Background and Setup

Model Merging

Model merging integrates independently trained models into a single model by aggregating parameters. The paper studies:

  • Average: direct equal-weight averaging of task vectors;
  • Task Arithmetic (TA): scaled task-vector composition;
  • TIES: trimming, electing, and disjoint merging to reduce interference;
  • DARE: random masking and rescaling of task vectors.

The unified view is:

θ=θ0+iKαi,kΨ(vi),iKαi,k=c\theta = \theta_0 + \sum_{i\in K}\alpha_{i,k}\Psi(v_i), \qquad \sum_{i\in K}\alpha_{i,k}=c

Here, θ0\theta_0 is the base model, viv_i is the task vector for expert ii, KK is a selected subset of kk experts, and Ψ\Psi is the method-specific preprocessing map.

Expert Models and Data

The controlled experiments start from Qwen2.5 base models at 0.5B, 1.5B, 3B, 7B, 14B, 32B, and 72B. The authors train nine domain specialists using data from Mixture-of-Thoughts and OpenScience:

  • mathematics: algebra, analysis, discrete mathematics and combinatorics, geometry and topology, number theory;
  • science: biology, physics, chemistry;
  • code.

Evaluation uses token-level cross-entropy. For each domain, 30M held-out tokens are scored and averaged. For each kk, the expected merge loss is computed over all possible kk-expert subsets when feasible, or over a large uniform sample for larger models.

Scaling Law Results

Expected Loss Construction

For a fixed base size NN and expert count kk, there are (Mk)\binom{M}{k} possible expert subsets. Each subset can yield a distinct merged model. The expected merge loss is:

E^[LN,k]=1SN,ks=1SN,kL(N,k,s)\widehat{\mathbb{E}}[L\mid N,k] = \frac{1}{S_{N,k}}\sum_{s=1}^{S_{N,k}}L(N,k,s)

Individual subset losses vary, but the per-kk mean forms a smooth curve with diminishing returns.
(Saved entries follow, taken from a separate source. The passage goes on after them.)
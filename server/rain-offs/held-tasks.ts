import { and, eq, inArray, isNotNull, isNull } from 'drizzle-orm'
import { readCrewHours } from '../bookings/crew-hours.ts'
import type { DbOrTx } from '../db/client.ts'
import { isWorkedDay } from '../day-logs/worked-days.ts'
import { bookingDays, bookings, tasks } from '../db/tables/booking-tables.ts'
import type { HeldTask } from '../db/tables/rain-off-tables.ts'
import type { Firm } from '../firm/firm-store.ts'

/** Who has which task of a job. */
export function readHeldTasks(tx: DbOrTx, jobId: string): HeldTask[] {
  const rows = tx
    .select({
      bookingDayId: tasks.bookingDayId,
      packageKey: tasks.packageKey,
      work: tasks.work,
      cutLineMark: tasks.cutLineMark,
      personId: tasks.assignedToId,
    })
    .from(tasks)
    .innerJoin(bookingDays, eq(bookingDays.id, tasks.bookingDayId))
    .innerJoin(bookings, eq(bookings.id, bookingDays.bookingId))
    .where(
      and(eq(bookings.jobId, jobId), isNull(bookings.cancelledAt), isNotNull(tasks.assignedToId)),
    )
    .all()
  return rows.flatMap(({ personId, ...row }) => (personId === null ? [] : [{ ...row, personId }]))
}

const lineOf = (task: Pick<HeldTask, 'packageKey' | 'work' | 'cutLineMark'>): string =>
  [task.packageKey, task.work, task.cutLineMark ?? ''].join(' ')

function readTasksOf(tx: DbOrTx, bookingIds: readonly string[]) {
  const ofJobs = tx
    .select({ jobId: bookings.jobId })
    .from(bookings)
    .where(inArray(bookings.id, [...bookingIds]))
  return tx
    .select({
      id: tasks.id,
      bookingDayId: tasks.bookingDayId,
      packageKey: tasks.packageKey,
      work: tasks.work,
      cutLineMark: tasks.cutLineMark,
      assignedToId: tasks.assignedToId,
      crewId: bookings.crewId,
      day: bookingDays.day,
      isBegun: isWorkedDay.mapWith(Boolean),
    })
    .from(tasks)
    .innerJoin(bookingDays, eq(bookingDays.id, tasks.bookingDayId))
    .innerJoin(bookings, eq(bookings.id, bookingDays.bookingId))
    .where(and(inArray(bookings.jobId, ofJobs), isNull(bookings.cancelledAt)))
    .all()
}

/**
 * Gives the tasks of the jobs whose bookings were moved to who had them, where that person is there on the
 * day; who had none has none again. Planning anew hands a line that went to another day to whoever had one
 * like it, so what a task holds by then says nothing. Days begun are left alone.
 */
export function handBackTasks(
  tx: DbOrTx,
  moved: { bookingIds: readonly string[]; held: readonly HeldTask[] },
  firm: Firm,
): void {
  const rows = readTasksOf(tx, moved.bookingIds).filter((row) => !row.isBegun)
  const days = rows.map((row) => row.day).sort()
  const [from, to] = [days[0], days[days.length - 1]]
  if (from === undefined || to === undefined) return
  const hours = readCrewHours(tx, { from, to }, firm)
  const had = new Map(
    moved.held.map((task) => [`${task.bookingDayId} ${lineOf(task)}`, task.personId]),
  )
  for (const row of rows) {
    const personId = had.get(`${row.bookingDayId} ${lineOf(row)}`) ?? null
    if (personId === row.assignedToId) continue
    if (personId !== null && !hours.on(row.crewId, row.day).thereIds.includes(personId)) continue
    tx.update(tasks).set({ assignedToId: personId }).where(eq(tasks.id, row.id)).run()
  }
}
Empirical construction and in-domain scaling example

Empirical construction of expected loss and in-domain scaling on Qwen2.5 models.

Unified Empirical Law

The expected loss follows:

E[LN,k]=L(N)+A(N)k+b,b0\mathbb{E}[L\mid N,k] = L_\infty(N)+\frac{A(N)}{k+b}, \qquad b\ge0

The model-size dependencies are:

L(N)=L+BNβ,A(N)=A0NγL_\infty(N)=L_*+B N^{-\beta}, \qquad A(N)=A_0N^{-\gamma}

This gives a simple interpretation:

  • bigger models lower the asymptotic floor;
  • bigger models shrink the remaining tail;
  • adding experts gives early gains that rapidly diminish.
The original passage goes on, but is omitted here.